My wife and I are in the 2x red shirts on the right side of the picture, on the baseline, right above teh ref and Blazer player


----------



## Trader Ed (Jun 17, 2002)

My cell phone pics


----------



## Trader Ed (Jun 17, 2002)

and my wifes first Blazer game

She wants to go again :banana:


----------



## MaxaMillion711 (Sep 6, 2005)

yakbladder said:


> Hey thanks for the pics! It's great for those of us who are ticket impaired.


or LA-impaired, haha

Thanks man! I love the new court! It looks so slick and old school. I love it.


----------



## crandc (Sep 15, 2004)

Thanks to all for pics and recaps. Damn, it's fun having Blazer games again!

I go to see them in Sacto on the 21st, unfortunately a sucky seat (but I am in Row AA for the regular season games!) I'll post thoughts and pics. Since I still use 35mm camera it will take some time to get pics back.


----------



## ProudBFan (Apr 29, 2003)

Da-YAMN!!! I want one of those in my friggin living room!

Heck, its probably big enough to BE my friggin living room!

Thanks for the pics, guys. Really. Much appreciated!

PBF


----------



## Resume (Jul 17, 2007)

awesome pics thanks to all


----------



## Samuel (Jan 1, 2003)

AP & Getty Photos:


----------



## Samuel (Jan 1, 2003)




----------



## Samuel (Jan 1, 2003)




----------



## Samuel (Jan 1, 2003)




----------



## Samuel (Jan 1, 2003)

Soft.


----------



## Samuel (Jan 1, 2003)

Better get back before 'tell takes your starting job, Darius.


----------



## Trader Ed (Jun 17, 2002)

Samuel said:


> Better get back before 'tell takes your starting job, Darius.


Hee hee

Yes, he had a great night.....


----------



## sportsnut1975 (Jul 6, 2006)

mgb said:


> Really liked what Webster did. Hopefully it wasn't just a one nite thing. I don't think it was.
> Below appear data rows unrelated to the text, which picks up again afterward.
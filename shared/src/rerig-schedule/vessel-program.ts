import { dutyNetworks } from './duty-network.js';
import type { Duty, DutyArc } from './duty-network.js';
import type { VisitKind } from './plan-input.js';
import type { MixedIntegerProgram } from './mixed-integer-program.js';
import { ProgramBuilder } from './program-builder.js';
import type { VesselModel } from './vessel-model.js';

/**
 * Two ways to say that no duty runs past its date. 'arcs': each duty is a path through the windows. 'covering': every
 * stretch of windows as long as a life holds at least one doing. The same plans satisfy both, and so do the same relaxed
 * plans: the stretches of one duty are an interval matrix, whose corners are whole. Covering is therefore as tight with a
 * fifth of the columns. Measured on 21 invented vessels of 12 tasks and 24 windows, to a gap of 1 %: 636 columns against
 * 3,300; processor time 40 ms against 92 in the middle, 192 ms against 1,800 at worst. Paths are kept for what stretches
 * cannot say: days late and days given away.
 */
export type Formulation = 'arcs' | 'covering';

/** What a program adds up, and bounds. */
export type Measure = 'cost' | 'visits' | 'late-days' | 'unused-days';

/** Money is handed to the solver in hundreds of minor units: figures of similar size keep its arithmetic exact. */
export const MINOR_PER_PROGRAM_UNIT = 100;

/** Prices a firm's other vessels put on a window's room, minor units; by window id. */
export interface WindowPrices {
  perHourMinor: ReadonlyMap<string, number>;
  perBerthMinor: ReadonlyMap<string, Partial<Record<VisitKind, number>>>;
}

/** Room left in windows; a window left out has no limit. */
export interface WindowRoom {
  hours: ReadonlyMap<string, number>;
  berths: ReadonlyMap<string, Partial<Record<VisitKind, number>>>;
}

/** What program to build. */
export interface ProgramSettings {
  formulation: Formulation;
  minimise: Measure;
  /** Upper bounds on other measures; cost in minor units. */
  atMost?: Partial<Record<Measure, number>>;
  /** True where a duty may run later than it must, so that another one or a decision can stand. */
  lateAllowed?: boolean;
  /** Cost of a day late, minor units, on top of the plan's cost; 0 unless given. */
  lateDayCostMinor?: number;
  prices?: WindowPrices;
  room?: WindowRoom;
}

/** A program with the meaning of its columns. */
export interface VesselProgram {
  program: MixedIntegerProgram;
  visits: { column: number; window: number; kind: VisitKind }[];
  works: { column: number; taskIndex: number; window: number; kind: VisitKind }[];
  arcs: { column: number; duty: Duty; arc: DutyArc }[];
  duties: Duty[];
  /** What a person settled that cannot be done at all, in words; left out of the program. */
  impossible: string[];
}

/**
 * The mixed integer program of one vessel: a yes-or-no column per window and kind of visit, one per task, window and
 * kind of visit that allows it; at most one kind per window; no work without its visit; needed work beside the work
 * that needs it; decisions as fixed columns; duties as paths or as covered stretches.
 *
 * @param model the vessel in numbers
 * @param settings see {@link ProgramSettings}; 'covering' is used for duties that can be met in time, others stay paths
 */
export function vesselProgram(model: VesselModel, settings: ProgramSettings): VesselProgram {
  const builder = new ProgramBuilder();
  const lateAllowed = settings.lateAllowed ?? false;
  const duties = dutyNetworks(model, lateAllowed ? 'all' : 'least-late');
  const sums: Record<Measure, [number, number][]> = {
    cost: [],
    visits: [],
    'late-days': [],
    'unused-days': [],
  };
  const weights = settings.minimise === 'cost' ? 1 / MINOR_PER_PROGRAM_UNIT : 0;

  const visits: VesselProgram['visits'] = [];
  model.windows.forEach(({ window: { id }, offers }, window) => {
    const row: [number, number][] = [];
    for (const offer of offers) {
      const cost = offer.costMinor + offer.contingencyMinor;
      const price =
        (settings.prices?.perBerthMinor.get(id)?.[offer.kind] ?? 0) +
        (settings.prices?.perHourMinor.get(id) ?? 0) * offer.hours;
      const column = builder.addChoice(settings.minimise === 'visits' ? 1 : (cost + price) * weights);
      if (offer.locked) builder.fix(column, 1);
      else if ((settings.room?.berths.get(id)?.[offer.kind] ?? 1) < 1) builder.fix(column, 0);
      sums.cost.push([column, cost / MINOR_PER_PROGRAM_UNIT]);
      sums.visits.push([column, 1]);
      visits.push({ column, window, kind: offer.kind });
      row.push([column, 1]);
    }
    if (row.length > 1) builder.addRow(-Infinity, 1, row);
  });

  const visitColumn = new Map(visits.map((visit) => [`${visit.window} ${visit.kind}`, visit.column]));
  const coupled = coupledTasks(model, settings);
  const works: VesselProgram['works'] = [];
  model.tasks.forEach(({ work, doneDays }, taskIndex) => {
    for (const offered of work) {
      doneDays.forEach((day, window) => {
        const visit = visitColumn.get(`${window} ${offered.kind}`);
        if (visit === undefined || Number.isNaN(day)) return;
        const cost = offered.costMinor + offered.contingencyMinor;
        const price =
          (settings.prices?.perHourMinor.get(model.windows[window].window.id) ?? 0) * offered.hours;
        const column = coupled.has(taskIndex)
          ? builder.addChoice((cost + price) * weights)
          : builder.addAmount((cost + price) * weights, 0, 1);
        sums.cost.push([column, cost / MINOR_PER_PROGRAM_UNIT]);
        builder.addRow(-Infinity, 0, [
          [column, 1],
          [visit, -1],
        ]);
        works.push({ column, taskIndex, window, kind: offered.kind });
      });
    }
  });
  const worksAt = new Map<string, number[]>();
  for (const { column, taskIndex, window } of works) {
    const key = `${taskIndex} ${window}`;
    worksAt.set(key, [...(worksAt.get(key) ?? []), column]);
  }
  const done = (taskIndex: number, window: number): number[] => worksAt.get(`${taskIndex} ${window}`) ?? [];

  addNeeds(builder, model, done);
  const impossible = addDecisions(builder, model, visits, done);
  if (settings.room !== undefined) addRoom(builder, model, settings.room, visits, works);

  const arcs: VesselProgram['arcs'] = [];
  for (const duty of duties) {
    const covered = settings.formulation === 'covering' && !lateAllowed && duty.leastLateDays === 0;
    // Counting days given away takes the steps themselves.
    if (covered && settings.minimise !== 'unused-days' && settings.atMost?.['unused-days'] === undefined) {
      addCoveringRows(builder, model, duty, done);
    } else {
      arcs.push(...addPath(builder, model, duty, done, settings));
    }
  }
  for (const { column, arc } of arcs) {
    if (arc.lateDays > 0) sums['late-days'].push([column, arc.lateDays]);
    if (arc.unusedDays > 0) sums['unused-days'].push([column, arc.unusedDays]);
  }
  for (const [measure, limit] of Object.entries(settings.atMost ?? {})) {
    const bound = measure === 'cost' ? limit / MINOR_PER_PROGRAM_UNIT : limit;
    builder.addRow(-Infinity, bound, sums[measure as Measure]);
  }
  return { program: builder.build(), visits, works, arcs, duties, impossible };
}

/**
 * Tasks whose work has to be a whole column. With the visits settled every other duty is a shortest path (or a set of
 * stretches, an interval matrix), whose cheapest solutions are whole by themselves; leaving the columns free makes the
 * program about four times as fast.
 */
function coupledTasks(model: VesselModel, settings: ProgramSettings): Set<number> {
  const all = settings.room !== undefined || settings.atMost !== undefined;
  const coupled = new Set<number>();
  const byId = new Map(model.tasks.map(({ task }, index) => [task.id, index]));
  model.tasks.forEach(({ task, dueDay, againAfterDays, doneDays }, index) => {
    const others = [...task.needs, ...task.alsoDoneBy];
    // Stretches that must be covered only if something was done at their beginning break the interval matrix.
    const conditional = doneDays.some((day) => dueDay !== null && dueDay > day + againAfterDays);
    if (all || others.length > 0 || conditional) coupled.add(index);
    for (const id of others) {
      const other = byId.get(id);
      if (other !== undefined) coupled.add(other);
    }
  });
  return coupled;
}

function addNeeds(
  builder: ProgramBuilder,
  model: VesselModel,
  done: (taskIndex: number, window: number) => number[],
): void {
  model.tasks.forEach(({ task, doneDays }, taskIndex) => {
    for (const id of task.needs) {
      const needed = model.tasks.findIndex((other) => other.task.id === id);
      doneDays.forEach((_, window) => {
        const columns = done(taskIndex, window);
        if (columns.length === 0) return;
        builder.addRow(-Infinity, 0, [
          ...columns.map((column) => [column, 1] as const),
          ...done(needed, window).map((column) => [column, -1] as const),
        ]);
      });
    }
  });
}

function addDecisions(
  builder: ProgramBuilder,
  model: VesselModel,
  visits: VesselProgram['visits'],
  done: (taskIndex: number, window: number) => number[],
): string[] {
  const impossible: string[] = [];
  const windowOf = (id: string): number => model.windows.findIndex(({ window }) => window.id === id);
  for (const lock of model.input.decisions.locked) {
    const window = windowOf(lock.windowId);
    if (!visits.some((visit) => visit.window === window && visit.kind === lock.kind)) {
      impossible.push(
        `The visit settled for window ${lock.windowId} is over, or the price list has no such visit.`,
      );
    }
  }
  for (const { taskId, windowId } of model.input.decisions.pinned) {
    const taskIndex = model.tasks.findIndex(({ task }) => task.id === taskId);
    const columns = done(taskIndex, windowOf(windowId));
    if (columns.length > 0) {
      builder.addRow(
        1,
        1,
        columns.map((column) => [column, 1] as const),
      );
    } else {
      const name = model.tasks[taskIndex]?.task.name ?? taskId;
      impossible.push(
        `${name} cannot be done in window ${windowId}: no visit there allows it, or its material comes too late.`,
      );
    }
  }
  return impossible;
}

function addRoom(
  builder: ProgramBuilder,
  model: VesselModel,
  room: WindowRoom,
  visits: VesselProgram['visits'],
  works: VesselProgram['works'],
): void {
  model.windows.forEach(({ window: { id }, offers }, window) => {
    const hours = room.hours.get(id);
    if (hours === undefined) return;
    const row: [number, number][] = [];
    for (const visit of visits) {
      if (visit.window !== window) continue;
      row.push([visit.column, offers.find(({ kind }) => kind === visit.kind)!.hours]);
    }
    for (const work of works) {
      if (work.window !== window) continue;
      const offered = model.tasks[work.taskIndex].work.find(({ kind }) => kind === work.kind)!;
      row.push([work.column, offered.hours]);
    }
    // A visit that stands takes its hours even where others have left none.
    const lockedHours = offers.reduce((sum, offer) => sum + (offer.locked ? offer.hours : 0), 0);
    builder.addRow(
      -Infinity,
      Math.max(hours, lockedHours),
      row.filter(([, hoursOfColumn]) => hoursOfColumn > 0),
    );
  });
}

/** Columns whose doing counts for a duty in a window. */
function doingOf(
  duty: Duty,
  window: number,
  done: (taskIndex: number, window: number) => number[],
): number[] {
  return (duty.doers.get(window) ?? []).flatMap((taskIndex) => done(taskIndex, window));
}

function addPath(
  builder: ProgramBuilder,
  model: VesselModel,
  duty: Duty,
  done: (taskIndex: number, window: number) => number[],
  settings: ProgramSettings,
): VesselProgram['arcs'] {
  const end = model.windows.length;
  const lateWeight =
    settings.minimise === 'cost' ? (settings.lateDayCostMinor ?? 0) / MINOR_PER_PROGRAM_UNIT : 0;
  const arcs = duty.arcs.map((arc) => {
    const cost =
      settings.minimise === 'late-days'
        ? arc.lateDays
        : settings.minimise === 'unused-days'
          ? arc.unusedDays
          : arc.lateDays * lateWeight;
    return { column: builder.addAmount(cost, 0, 1), duty, arc };
  });
  builder.addRow(
    1,
    1,
    arcs.filter(({ arc }) => arc.from === -1).map(({ column }) => [column, 1] as const),
  );
  for (const node of duty.nodes) {
    const into = arcs.filter(({ arc }) => arc.to === node && arc.to !== end);
    const out = arcs.filter(({ arc }) => arc.from === node);
    if (into.length === 0 && out.length === 0) continue;
    builder.addRow(0, 0, [
      ...into.map(({ column }) => [column, 1] as const),
      ...out.map(({ column }) => [column, -1] as const),
    ]);
    builder.addRow(-Infinity, 0, [
      ...into.map(({ column }) => [column, 1] as const),
      ...doingOf(duty, node, done).map((column) => [column, -1] as const),
    ]);
  }
  // Doing a task before its first date starts a new life. Where that life is the shorter one, it must not be passed over.
  const { dueDay, doneDays, againAfterDays } = model.tasks[duty.taskIndex];
  for (const node of duty.nodes.filter((candidate) => doneDays[candidate] + againAfterDays < dueDay!)) {
    const passing = arcs.filter(({ arc }) => arc.from === -1 && arc.to > node);
    for (const taskIndex of duty.doers.get(node) ?? []) {
      builder.addRow(-Infinity, 1, [
        ...passing.map(({ column }) => [column, 1] as const),
        ...done(taskIndex, node).map((column) => [column, 1] as const),
      ]);
    }
  }
  return arcs;
}

function addCoveringRows(
  builder: ProgramBuilder,
  model: VesselModel,
  duty: Duty,
  done: (taskIndex: number, window: number) => number[],
): void {
  const { dueDay, doneDays, againAfterDays } = model.tasks[duty.taskIndex];
  const cover = (after: number, until: number): [number, number][] =>
    duty.nodes
      .filter((node) => node > after && doneDays[node] <= until)
      .flatMap((node) => doingOf(duty, node, done).map((column): [number, number] => [column, 1]));
  if (dueDay! < model.horizonDay) builder.addRow(1, Infinity, cover(-1, dueDay!));
  for (const node of duty.nodes) {
    const until = doneDays[node] + againAfterDays;
    if (until >= model.horizonDay) continue;
    // Something was done, or first falls due, within this stretch: it must hold a doing in any case. Otherwise it must
    // hold one only if the stretch begins with one.
    const covering = cover(node, until);
    if (dueDay! <= until) {
      builder.addRow(1, Infinity, covering);
      continue;
    }
    for (const taskIndex of duty.doers.get(node) ?? []) {
      builder.addRow(0, Infinity, [
        ...covering,
        ...done(taskIndex, node).map((column): [number, number] => [column, -1]),
      ]);
    }
  }
}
 I bet you do after we made a bet for the t-bone steak dinner at roadhouse if he averages 10 or more points and plays 60 games.


----------



## ElKoPay (Oct 12, 2007)

Thanks for the pics. Wow that scoreboard is HUGE. I can't wait to check it out during a game. 

When we are in the finals it would be sweet to go to the Garden to watch road the games on those screens.


----------



## mgb (Jun 26, 2004)

sportsnut1975 said:


> I bet you do after we made a bet for the t-bone steak dinner at roadhouse if he averages 10 or more points and plays 60 games.


I'm surprised you admit on this board you are betting against a Blazer, you traitor!


----------



## soonerterp (Nov 13, 2005)

MGB, you are way too modest.

Those are wonderful pictures. Thanks for sharing them.

And MAN THAT HI DEF SCREEN IS CRAZY CLEAR!!!!!!!


----------